● **Exercise directions**: Examine the entries and show every line in which the word "PauliRows" is found.

(Collected data)
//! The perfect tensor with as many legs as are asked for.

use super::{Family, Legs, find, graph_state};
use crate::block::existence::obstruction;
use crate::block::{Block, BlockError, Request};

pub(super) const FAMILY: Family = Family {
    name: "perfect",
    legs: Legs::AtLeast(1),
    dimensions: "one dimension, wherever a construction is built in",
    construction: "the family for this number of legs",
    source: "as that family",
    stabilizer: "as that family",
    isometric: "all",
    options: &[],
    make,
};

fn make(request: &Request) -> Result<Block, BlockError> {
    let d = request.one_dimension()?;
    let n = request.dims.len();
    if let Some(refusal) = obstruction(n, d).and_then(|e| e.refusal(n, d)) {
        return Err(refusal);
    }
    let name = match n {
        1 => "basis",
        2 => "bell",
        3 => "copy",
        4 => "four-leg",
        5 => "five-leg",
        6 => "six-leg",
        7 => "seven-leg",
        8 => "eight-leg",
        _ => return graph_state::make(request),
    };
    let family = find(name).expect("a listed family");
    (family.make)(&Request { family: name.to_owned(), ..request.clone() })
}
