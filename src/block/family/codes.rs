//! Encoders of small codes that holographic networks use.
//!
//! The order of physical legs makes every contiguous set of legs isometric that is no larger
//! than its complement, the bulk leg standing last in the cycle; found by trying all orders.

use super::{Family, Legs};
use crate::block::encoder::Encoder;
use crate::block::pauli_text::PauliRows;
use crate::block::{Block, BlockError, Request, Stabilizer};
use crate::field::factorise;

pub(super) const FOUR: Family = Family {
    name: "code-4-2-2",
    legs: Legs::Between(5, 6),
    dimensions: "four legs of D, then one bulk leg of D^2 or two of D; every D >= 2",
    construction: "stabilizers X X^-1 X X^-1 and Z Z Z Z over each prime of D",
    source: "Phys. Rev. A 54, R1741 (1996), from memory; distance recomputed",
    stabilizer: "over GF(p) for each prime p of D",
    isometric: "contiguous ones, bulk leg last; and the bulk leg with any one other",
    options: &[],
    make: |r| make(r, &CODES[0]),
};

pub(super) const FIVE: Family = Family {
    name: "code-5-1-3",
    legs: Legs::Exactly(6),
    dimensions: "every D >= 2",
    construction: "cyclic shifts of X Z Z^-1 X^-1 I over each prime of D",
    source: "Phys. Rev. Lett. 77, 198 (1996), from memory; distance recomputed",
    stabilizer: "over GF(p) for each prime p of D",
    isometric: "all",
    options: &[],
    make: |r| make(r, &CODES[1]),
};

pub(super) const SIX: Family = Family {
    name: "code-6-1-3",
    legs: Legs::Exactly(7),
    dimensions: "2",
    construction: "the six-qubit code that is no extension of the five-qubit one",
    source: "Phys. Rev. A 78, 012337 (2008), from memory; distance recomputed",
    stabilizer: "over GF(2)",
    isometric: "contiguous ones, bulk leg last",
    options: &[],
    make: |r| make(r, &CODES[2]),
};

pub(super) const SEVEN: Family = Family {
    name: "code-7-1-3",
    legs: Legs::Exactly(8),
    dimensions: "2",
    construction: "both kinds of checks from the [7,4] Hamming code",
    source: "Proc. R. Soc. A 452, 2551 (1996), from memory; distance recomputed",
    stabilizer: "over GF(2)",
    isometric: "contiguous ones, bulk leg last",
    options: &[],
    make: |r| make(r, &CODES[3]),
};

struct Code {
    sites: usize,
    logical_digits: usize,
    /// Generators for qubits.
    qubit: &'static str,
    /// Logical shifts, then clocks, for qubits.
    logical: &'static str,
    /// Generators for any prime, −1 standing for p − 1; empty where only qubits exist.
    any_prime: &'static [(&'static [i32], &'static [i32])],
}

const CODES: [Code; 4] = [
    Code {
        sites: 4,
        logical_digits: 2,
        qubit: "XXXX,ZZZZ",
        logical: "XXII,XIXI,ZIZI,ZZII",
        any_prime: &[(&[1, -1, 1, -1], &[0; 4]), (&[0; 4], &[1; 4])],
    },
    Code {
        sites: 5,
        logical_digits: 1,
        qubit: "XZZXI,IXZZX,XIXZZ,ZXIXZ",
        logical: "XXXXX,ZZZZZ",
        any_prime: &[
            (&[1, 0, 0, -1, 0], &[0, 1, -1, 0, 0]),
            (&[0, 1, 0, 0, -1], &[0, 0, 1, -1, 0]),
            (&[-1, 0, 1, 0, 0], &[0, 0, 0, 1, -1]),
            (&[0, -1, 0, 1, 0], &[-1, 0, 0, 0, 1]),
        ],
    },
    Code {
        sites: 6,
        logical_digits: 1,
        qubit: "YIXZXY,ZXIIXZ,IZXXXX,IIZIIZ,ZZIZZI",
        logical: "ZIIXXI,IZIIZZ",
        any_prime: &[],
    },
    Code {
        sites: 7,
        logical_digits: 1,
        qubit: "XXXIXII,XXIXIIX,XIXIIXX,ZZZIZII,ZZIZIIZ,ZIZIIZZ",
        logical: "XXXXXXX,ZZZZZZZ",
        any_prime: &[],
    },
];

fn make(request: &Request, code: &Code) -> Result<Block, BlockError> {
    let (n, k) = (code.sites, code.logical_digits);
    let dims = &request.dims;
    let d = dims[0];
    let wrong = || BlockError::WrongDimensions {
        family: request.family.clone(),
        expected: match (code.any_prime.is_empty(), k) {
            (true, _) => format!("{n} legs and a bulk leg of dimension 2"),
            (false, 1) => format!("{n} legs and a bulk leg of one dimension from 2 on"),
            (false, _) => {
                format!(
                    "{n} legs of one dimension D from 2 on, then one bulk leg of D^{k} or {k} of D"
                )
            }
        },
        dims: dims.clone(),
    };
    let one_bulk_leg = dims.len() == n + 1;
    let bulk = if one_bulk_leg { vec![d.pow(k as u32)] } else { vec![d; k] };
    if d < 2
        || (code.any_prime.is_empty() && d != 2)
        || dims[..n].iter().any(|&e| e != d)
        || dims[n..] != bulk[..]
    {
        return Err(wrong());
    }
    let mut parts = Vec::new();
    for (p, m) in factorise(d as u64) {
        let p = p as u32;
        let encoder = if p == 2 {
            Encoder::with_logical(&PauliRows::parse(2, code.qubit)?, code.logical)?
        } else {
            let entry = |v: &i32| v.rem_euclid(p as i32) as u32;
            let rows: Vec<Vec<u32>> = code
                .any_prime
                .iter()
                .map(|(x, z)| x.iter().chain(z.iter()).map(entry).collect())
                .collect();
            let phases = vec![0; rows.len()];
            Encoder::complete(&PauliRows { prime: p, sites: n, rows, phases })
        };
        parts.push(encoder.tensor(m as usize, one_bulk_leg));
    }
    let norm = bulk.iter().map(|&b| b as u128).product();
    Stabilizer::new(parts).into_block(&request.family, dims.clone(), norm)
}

● **Problem solution**:
use crate::block::pauli_text::PauliRows;
            Encoder::with_logical(&PauliRows::parse(2, code.qubit)?, code.logical)?
            Encoder::complete(&PauliRows { prime: p, sites: n, rows, phases })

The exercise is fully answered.